If I were to embark on this project what would I need to consider before deciding on buying the 1300? I'll have to look at it closer but I do not believe the existing diesel engine is part of the frame like my older Ford's (which I will be selling). The 1300 engine is rated at something like 16hp, so what size electric motor should I be looking at? What voltage pack should I use? On my E-20 I have six 6V golf cart batteries and I would think that I would need at least as many amp hours, probably more.

Thanks for any insights you can provide.

Jerry


----------



## samwichse (Jan 28, 2012)

I don't know your brush hog size, but you wouldn't be running a gas engine flat out for 2 hours... it's probably averaging something like 8-12hp... which is about ~7.5kw average. So for two hours you might need 15 kwh usable capacity.

Say you're doing 72v (12*6v). That would be 208ah. But you shouldn't draw your lead past 50% SOC, so it's double that. And add another 15-20% for the peukert losses.


----------



## QuantumEngineer (Jul 4, 2021)

Sounds like you will have to fab your own frame brackets to replace the structural function of the engine. This type of engine replacement bracket is available for 8N/9N tractors to do V8 swaps. 

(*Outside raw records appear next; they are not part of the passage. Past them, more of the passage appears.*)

def test_every_season_has_five_crops_on_six_parcels_and_crops_rotate(
    crops: dict[int, dict[str, str]],
) -> None:
    assert sorted(crops) == [2021, 2022, 2023, 2024]
    for of_season in crops.values():
        assert len(of_season) == 42
        counts = Counter(of_season.values())
        assert sum(count >= 6 for count in counts.values()) >= 5
        assert min(counts.values()) >= 6
    moved = [ref for ref in crops[2024] if crops[2024][ref] != crops[2023][ref]]
    assert len(moved) > 30
    for ref, crop in crops[2024].items():
        assert crop in {crops[year][ref] for year in (2021, 2022, 2023)}


def test_past_figures_are_fit_for_one_import(history: list[dict[str, str]]) -> None:
    columns = ["parcel", "index", "observed_at", "mean", "sd", "valid_share", "sensor", "source"]
    assert list(history[0]) == columns
    assert 40_000 < len(history) <= 100_000
    assert {row["index"] for row in history} == WATCHED | set(ROLES)
    keys = {(row["parcel"], row["index"], row["observed_at"]) for row in history}
    assert len(keys) == len(history)
    assert all(0.5 <= float(row["valid_share"]) <= 1.0 for row in history)
    assert all(-1.0 <= float(row["mean"]) <= 1.0 and float(row["sd"]) >= 0.0 for row in history)
    assert any(float(row["valid_share"]) < 0.6 for row in history)


def test_each_finished_season_has_its_looks_at_irregular_dates(
    history: list[dict[str, str]],
) -> None:
    times = sorted({datetime.fromisoformat(row["observed_at"]) for row in history})
    assert all(at.tzinfo == UTC for at in times)
    for year in (2021, 2022, 2023):
        start, end = (datetime(y, 10, 1, tzinfo=UTC) for y in (year - 1, year))
        of_season = [at for at in times if start <= at < end]
        assert 25 <= len(of_season) <= 30
        gaps = {(later.date() - sooner.date()).days for sooner, later in pairwise(of_season)}
        assert len(gaps) > 2
    assert times[-1] < datetime(2023, 10, 1, tzinfo=UTC)
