def test_expanding_a_sweep_loads_no_numerical_library():
    code = (
        "import sys, mcgeo.runs.sweep_plan; "
        "sys.exit(bool({'numpy', 'numba', 'scipy', 'matplotlib', 'h5py'} & set(sys.modules)))"
    )
    assert subprocess.run([sys.executable, "-c", code], check=False).returncode == 0
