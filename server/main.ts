import { loadConfig } from './config/config.js';
import { ConfigError } from './config/environment-values.js';
import { RedisUnreachable } from './compute/redis/redis-connection.js';
import { DataFolderInUse } from './database/data-folder-lock.js';
import { MariadbError } from './database/mariadb-process.js';
import { runUntilSignal } from './run-until-signal.js';
import { type StartedServer, startServer } from './start-server.js';

/** The server as `npm start` runs it. */
runUntilSignal({
  start: async (shutdown) => {
    const config = loadConfig(process.env);
    printWelcome(await startServer({ config, shutdown, announce: (line) => console.log(line) }));
  },
  explain,
});

function printWelcome({ context, firstAdmin }: StartedServer): void {
  const { config, demoAccounts = [] } = context;
  if (firstAdmin !== null)
    console.log(`\nFirst admin; write the password down, it is shown only now:\n  ${firstAdmin.email}  ${firstAdmin.password}`);
  if (demoAccounts.length > 0) {
    console.log('\nDemo accounts of an invented laboratory:');
    const width = Math.max(...demoAccounts.map(({ email }) => email.length));
    for (const { email, password, role } of demoAccounts) console.log(`  ${email.padEnd(width)}  ${password}  (${role})`);
  }
  console.log(`\nIsoloom is running: ${config.publicUrl}\nCtrl-C stops it.`);
}

/** What the person who started the server can act on is said in one line; anything else is a fault and shown in full. */
function explain(error: unknown): unknown {
  if (error instanceof ConfigError) return `The environment has a value that does not fit:\n${error.message}`;
  if (error instanceof MariadbError || error instanceof DataFolderInUse || error instanceof RedisUnreachable) return error.message;
  const code = error instanceof Error ? (error as NodeJS.ErrnoException).code : undefined;
  if (code === 'EADDRINUSE') return `Port ${process.env.PORT ?? '3210'} is taken by another program. Choose another one with PORT.`;
  if (code === 'EACCES') return `Not allowed to listen on port ${process.env.PORT ?? '3210'}. Choose one above 1023 with PORT.`;
  return error;
}
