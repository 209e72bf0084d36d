import { once } from 'node:events';
import { createServer } from 'node:http';
import { pino } from 'pino';
import type { AppContext } from './app-context.js';
import { createApp } from './app.js';
import { ensureFirstAdmin } from './commands/create-first-admin.js';
import { purgeExpired } from './commands/purge-expired.js';
import { openQueue } from './compute/open-queue.js';
import { createComputePool } from './compute/pool.js';
import type { Config } from './config/config.js';
import { connectDatabase } from './database/connect.js';
import { lockDataFolder } from './database/data-folder-lock.js';
import { migrate } from './database/migrate.js';
import { startPrivateMariadb } from './database/private-mariadb.js';
import { loadDemo } from './demo/load-demo.js';
import { createMailer } from './mail/mailer.js';
import { startOutboxSender } from './mail/outbox-sender.js';
import { initModels } from './models/init-models.js';
import type { Shutdown } from './shutdown.js';

const LAST_REQUESTS_MS = 1_000;
const UPKEEP_INTERVAL_MS = 6 * 3_600_000;

export interface StartOptions {
  readonly config: Config;
  /** Receives everything that was opened, also when a later step fails. */
  readonly shutdown: Shutdown;
  /** Tells people what takes its time. */
  readonly announce: (line: string) => void;
}

export interface StartedServer {
  readonly context: AppContext;
  /** Only at the start that made this account; the password is kept nowhere. */
  readonly firstAdmin: { readonly email: string; readonly password: string } | null;
}

/** Opens one thing after another, the port last: who gets an answer gets a complete server. */
export async function startServer({ config, shutdown, announce }: StartOptions): Promise<StartedServer> {
  await requireFreePort(config);
  const logger = pino({ level: config.logLevel });
  const sequelize = connectDatabase(config.databaseUrl ?? (await openPrivateDatabase(config, shutdown, announce)));
  shutdown.add('database connections', () => sequelize.close());
  const migrations = await migrate(sequelize);
  if (migrations.length > 0) announce(`Database: ${migrations.length} schema changes made.`);
  initModels(sequelize);

  const compute = createComputePool({
    threads: config.computeThreads,
    isYielding: true,
    shardHeapMegabytes: config.shardMemoryMegabytes,
    onFault: (error) => logger.error({ err: error }, 'compute thread failed'),
  });
  shutdown.add('compute threads', () => compute.close());
  const queue = await openQueue({ config, compute, sequelize, logger, shutdown });

  const mailer = createMailer(config);
  shutdown.add('mail connection', () => mailer.close());
  const services = { config, sequelize, logger, mailer, compute, queue };
  const context: AppContext = { ...services, demoAccounts: await loadDemo(services, announce) };
  const outbox = startOutboxSender(context);
  shutdown.add('mail outbox', () => outbox.stop());
  shutdown.add('upkeep', startUpkeep(context));
  const firstAdmin = await ensureFirstAdmin(context);
  await listen(context, shutdown);
  return { context, firstAdmin };
}

/** Removes what has expired, now and every few hours; returns what ends it. */
function startUpkeep(context: AppContext): () => Promise<void> {
  const purge = () => purgeExpired(context, new Date()).catch((error: unknown) => context.logger.error({ err: error }, 'upkeep failed'));
  let current = purge();
  const timer = setInterval(() => {
    current = purge();
  }, UPKEEP_INTERVAL_MS);
  return async () => {
    clearInterval(timer);
    await current;
  };
}

async function openPrivateDatabase(config: Config, shutdown: Shutdown, announce: (line: string) => void): Promise<string> {
  const release = await lockDataFolder(config.dataDirectory);
  shutdown.add('data folder', release);
  announce('Starting the database …');
  const database = await startPrivateMariadb(config.dataDirectory);
  shutdown.add('database', database.stop);
  return database.url;
}

/** Said at once, and not after the demo has been computed. */
async function requireFreePort({ port, host }: Config): Promise<void> {
  const probe = createServer().listen(port, host);
  await once(probe, 'listening');
  probe.close();
  await once(probe, 'close');
}

async function listen(context: AppContext, shutdown: Shutdown): Promise<void> {
  const server = createServer(createApp(context));
  server.listen(context.config.port, context.config.host);
  await once(server, 'listening');
  shutdown.add('web server', async () => {
    const closed = once(server, 'close');
    server.close();
    // Event streams would stay open for ever; requests under way get a moment to finish.
    server.closeIdleConnections();
    const lastCall = setTimeout(() => server.closeAllConnections(), LAST_REQUESTS_MS);
    await closed;
    clearTimeout(lastCall);
  });
}
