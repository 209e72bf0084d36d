import type { InputIssue } from '../shared/schemas/problem.js';

/** A failure with a message that is safe to show. `code` is stable: clients and tests may rely on it. */
export abstract class HttpError extends Error {
  abstract readonly status: number;
  readonly code: string;

  constructor(code: string, message: string) {
    super(message);
    this.name = new.target.name;
    this.code = code;
  }
}

export class UnauthenticatedError extends HttpError {
  readonly status = 401;

  constructor(code = 'notSignedIn', message = 'Please sign in.') {
    super(code, message);
  }
}

export class ForbiddenError extends HttpError {
  readonly status = 403;

  constructor(code = 'forbidden', message = 'Your role does not allow this.') {
    super(code, message);
  }
}

/** Also for rows that exist but may not be read by the caller: the answer does not tell which. */
export class NotFoundError extends HttpError {
  readonly status = 404;

  constructor(code = 'notFound', message = 'There is nothing at this address, or you may not see it.') {
    super(code, message);
  }
}

/** The same answer for links that never were, have run out, were used or withdrawn. */
export const linkUsedUp = (): NotFoundError => new NotFoundError('linkUsedUp', 'This link does not work any more. Ask for a new one.');

/** The request is fine by itself but does not go with the present state. */
export class ConflictError extends HttpError {
  readonly status = 409;
  /** Figures behind the refusal, e.g. of a quota. */
  readonly figures: Readonly<Record<string, number>> | undefined;

  constructor(code: string, message: string, figures?: Readonly<Record<string, number>>) {
    super(code, message);
    this.figures = figures;
  }
}

/** Bad input: every issue with the field and the cure. */
export class InvalidInputError extends HttpError {
  readonly status = 422;
  readonly issues: readonly InputIssue[];

  constructor(issues: readonly InputIssue[]) {
    super('invalidInput', 'Some of what was sent is not right.');
    this.issues = issues;
  }
}

export class TooManyRequestsError extends HttpError {
  readonly status = 429;
  readonly retryAfterSeconds: number;

  constructor(retryAfterSeconds: number, message = 'Too many attempts. Please wait and try again.') {
    super('tooManyRequests', message);
    this.retryAfterSeconds = retryAfterSeconds;
  }
}

/** For the moment too busy, e.g. the queue of the workers is full. */
export class UnavailableError extends HttpError {
  readonly status = 503;

  constructor(code = 'busy', message = 'The server is busy. Please try again in a moment.') {
    super(code, message);
  }
}
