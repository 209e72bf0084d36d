import type { Logger } from 'pino';
import type { Sequelize } from 'sequelize';
import type { QuotaRole } from '../shared/types/roles.js';
import type { ComputeService } from './compute/compute-service.js';
import type { RunQueue } from './compute/queue.js';
import type { Config } from './config/config.js';

export interface MailMessage {
  readonly to: string;
  readonly subject: string;
  readonly text: string;
}

/** Delivers one message; rejects when the other side did not take it. */
export interface Mailer {
  send(message: MailMessage): Promise<void>;
  close(): void;
}

/** Shown to everybody who can reach the sign-in page: only for invented data. */
export interface DemoAccount {
  readonly email: string;
  readonly name: string;
  readonly role: QuotaRole;
  readonly password: string;
}

/** Everything the app is built on: made once at start, replaced piece by piece in tests. */
export interface AppContext {
  readonly config: Config;
  /** Models are bound to it (initModels). */
  readonly sequelize: Sequelize;
  readonly logger: Logger;
  readonly mailer: Mailer;
  /** Absent in tests that need no engine. */
  readonly compute?: ComputeService;
  /** Absent in tests that start no runs. */
  readonly queue?: RunQueue;
  /** Accounts of the invented laboratory that the sign-in page offers; absent without the demo. */
  readonly demoAccounts?: readonly DemoAccount[];
}
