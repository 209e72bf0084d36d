import { shiftText } from '../../../components/plots/signal-text';
import type { Nucleus } from '../../../components/plots/stick-plot-layout';
import type { Prediction } from '../api/prediction-query';

const carbonType = (hydrogens: number) => ['C', 'CH', 'CH2', 'CH3'][hydrogens] ?? `CH${hydrogens}`;

/**
 * Predicted signals as a line of running text, the way journals list spectra: high to low shift, "δ 7.21 (d, J = 8.1 Hz,
 * 2H)". The head says that the numbers are predicted, so that the line cannot pass for a measurement.
 *
 * @returns plain text with δ and superscripts; an empty string when there are no signals.
 */
export function journalListing(prediction: Pick<Prediction, 'carbons' | 'protons'>, nucleus: Nucleus): string {
  const peaks =
    nucleus === '13C'
      ? [...prediction.carbons]
          .sort((a, b) => b.shift - a.shift)
          .map(
            ({ shift, atoms, hydrogens }) =>
              `${shiftText(shift, '13C')} (${atoms.length > 1 ? `${atoms.length}C, ` : ''}${carbonType(hydrogens)})`,
          )
      : [...prediction.protons]
          .sort((a, b) => b.shift - a.shift)
          .map(({ shift, multiplicity, couplings, count, exchangeable }) => {
            const parts = [
              multiplicity,
              couplings.length === 0 ? '' : `J = ${couplings.map((value) => value.toFixed(1)).join(', ')} Hz`,
              `${count}H`,
              exchangeable ? 'exch.' : '',
            ];
            return `${shiftText(shift, '1H')} (${parts.filter((part) => part !== '').join(', ')})`;
          });
  if (peaks.length === 0) return '';
  return `${nucleus === '13C' ? '¹³C' : '¹H'} NMR (predicted, CDCl₃) δ ${peaks.join(', ')}.`;
}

V-8 Conversion Kit - Awesome Henry



Regarding the HP and battery -- the 16 HP engine in the tractor is more about torque, which electric motors have lots, so like samwichse said 8-12 probably gets the job done. Personally, I like overkill -- but that's me. 

Battery is harder to guess since your target is 2 hours and the power to run the bush hog depends on what you are cutting. Say the motor is rated at 12 KW continuous then that's 24 KW-hours at 100% power, 100% efficiency. Figure in efficiency losses that makes for a big battery. My suggestion would be to fit the maximum number of batteries based on weight and size and just roll with it. Sounds like a cool project.


----------



## cricketo (Oct 4, 2018)

Just to add a datapoint... I have an electrified Swisher 44" tow behind brush mower. It pulls about 55A on medium size grass, and 80-90 on taller stuff. That's at about 55V. So basically 5kW (6.7HP) just the mowing action alone.


----------